» What needs to be done:
Every line below between the one holding "found: int = 0" and the one holding "self.over_bound, self.over_stated = self.over_bound", inclusive, should be copied exactly, and no other line.

BEGIN Dataset content

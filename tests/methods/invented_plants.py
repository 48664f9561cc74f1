"""Invented plants and noisy responses with known truth, and the Cramer-Rao bound of a plant."""

from dataclasses import dataclass

import numpy as np

from identkit.methods.modal_model import (
    ModalParameters,
    modal_derivatives,
    modal_response,
    parameter_names,
)


@dataclass(frozen=True)
class Kind:
    """What sort of plant and measurement to draw."""

    modes: int = 8
    base: str = "pivot"
    band: tuple[float, float] = (50.0, 22000.0)
    points: int = 1200
    noise: float = 0.03
    floor: float = 0.0
    general: bool = False
    delay: bool = True
    close: bool = False
    even: bool = False
    weakest: float = 0.02
    damping: tuple[float, float] = (0.005, 0.03)


@dataclass(frozen=True)
class Drawn:
    """One response, its variance and its truth."""

    frequency: np.ndarray
    response: np.ndarray
    variance: np.ndarray
    truth: ModalParameters


def draw(rng, kind=None, **changes):
    """Draw a plant and measure it."""
    kind = kind or Kind(**changes)
    grid = np.linspace if kind.even else np.geomspace
    frequency = grid(*kind.band, kind.points)
    truth = plant(rng, kind)
    clean = modal_response(frequency, truth)
    variance = (kind.noise * np.abs(clean)) ** 2
    variance += (kind.floor * np.median(np.abs(clean))) ** 2
    error = rng.standard_normal((2, kind.points)) * np.sqrt(variance / 2.0)
    return Drawn(frequency, clean + error[0] + 1j * error[1], variance, truth)


def plant(rng, kind):
    """Draw a plant: log-uniform modes at least 1.8 % apart, signs at random."""
    low, high = kind.band
    gain = (2.0 * np.pi * 1.2 * low) ** 2 * 50.0
    modal = modal_frequencies(rng, kind)
    damping = np.exp(rng.uniform(*np.log(kind.damping), kind.modes))
    residue = gain * np.exp(rng.uniform(np.log(kind.weakest), 0.0, kind.modes))
    residue = residue * rng.choice([-1.0, 1.0], kind.modes)
    share = rng.uniform(-0.4, 0.4, kind.modes) if kind.general else np.zeros(kind.modes)
    return ModalParameters(
        modal, damping, residue, residue * share / (2.0 * np.pi * modal), kind.base,
        base_gain=gain if kind.base == "free" else 0.0,
        base_frequency=1.2 * low if kind.base == "pivot" else 0.0,
        base_damping_ratio=0.35 if kind.base == "pivot" else 0.0,
        base_residue=gain if kind.base == "pivot" else 0.0,
        feedthrough=0.5 * gain / (2.0 * np.pi * 1.3 * high) ** 2,
        delay=rng.uniform(0.2, 5.0) / (2.0 * np.pi * high) if kind.delay else 0.0,
    )  # fmt: skip


def modal_frequencies(rng, kind):
    """Draw modal frequencies; with `close` in pairs 2 to 5 % apart."""
    low, high = kind.band
    limits = (1.1 * low, 0.95 * high) if kind.base == "none" else (high / 25.0, 0.9 * high)
    while True:
        modal = np.exp(rng.uniform(*np.log(limits), kind.modes))
        modal = np.sort(modal)
        if kind.close:
            pairs = modal[1::2].size
            modal[1::2] = modal[::2][:pairs] * rng.uniform(1.02, 1.05, pairs)
            modal = np.sort(modal)
        if np.all(np.diff(np.log(modal)) > 0.018):
            return modal


def cramer_rao(drawn, *, general=False, delay=True, feedthrough=True):
    """Return the bound on the covariance (p, p) in natural units, from an orthogonal factor."""
    slope = modal_derivatives(drawn.frequency, drawn.truth, general=general)
    slope = slope * np.sqrt(2.0 / drawn.variance)[:, None]
    slope = np.concatenate([slope.real, slope.imag])
    kept = np.ones(slope.shape[1], dtype=bool)
    kept[:2] = delay, feedthrough
    scale = np.linalg.norm(slope[:, kept], axis=0)
    inverse = np.linalg.inv(np.linalg.qr(slope[:, kept] / scale, mode="r")) / scale[:, None]
    bound = np.zeros((kept.size, kept.size))
    bound[np.ix_(kept, kept)] = inverse @ inverse.T
    return bound


def true_significance(drawn, bound, *, general=False):
    """Return (modes,) residue over its Cramer-Rao standard error (residue and rate together)."""
    names = parameter_names(drawn.truth.base, drawn.truth.modal_frequency.size, general=general)
    out = []
    for k in range(drawn.truth.modal_frequency.size):
        first = names.index(f"residue_{k + 1}")
        part = slice(first, first + (2 if general else 1))
        value = np.array([drawn.truth.residue[k], drawn.truth.residue_rate[k]])
        value = value[: part.stop - part.start]
        out.append(np.sqrt(value @ np.linalg.solve(bound[part, part], value)))
    return np.array(out)


@dataclass
class Tally:
    """Modes to be found and found; errors over the bound and over the stated standard errors."""

    wanted: int = 0
    found: int = 0
    extra: int = 0
    over_bound: list = None
    over_stated: list = None

    def count(self, drawn, fit, *, general=False, delay=True, least=7.0):
        """Add one fit."""
        self.over_bound, self.over_stated = self.over_bound or [], self.over_stated or []
        bound = cramer_rao(drawn, general=general, delay=delay)
        names = parameter_names(drawn.truth.base, drawn.truth.modal_frequency.size, general=general)
        found, free = fit.parameters, set(range(fit.parameters.modal_frequency.size))
        self.extra += max(0, len(free) - drawn.truth.modal_frequency.size)
        for k in np.flatnonzero(true_significance(drawn, bound, general=general) > least):
            self.wanted += 1
            first = names.index(f"modal_frequency_{k + 1}")
            error = np.sqrt(np.diag(bound)[first : first + 3])
            near = [
                j
                for j in free
                if abs(found.modal_frequency[j] - drawn.truth.modal_frequency[k]) < 6 * error[0]
            ]
            if not near:
                continue
            at = drawn.truth.modal_frequency[k]
            j = min(near, key=lambda j: abs(found.modal_frequency[j] - at))
            free.discard(j)
            self.found += 1
            off = np.array([
                found.modal_frequency[j] - at,
                found.damping_ratio[j] - drawn.truth.damping_ratio[k],
                found.residue[j] - drawn.truth.residue[k],
            ])  # fmt: skip
            place = fit.parameter_names.index(f"modal_frequency_{j + 1}")
            stated = np.sqrt(np.diag(fit.covariance)[place : place + 3])
            self.over_bound.append(off / error)
            self.over_stated.append(off / stated)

END Dataset content

» Final answer:
    found: int = 0
    extra: int = 0
    over_bound: list = None
    over_stated: list = None

    def count(self, drawn, fit, *, general=False, delay=True, least=7.0):
        """Add one fit."""
        self.over_bound, self.over_stated = self.over_bound or [], self.over_stated or []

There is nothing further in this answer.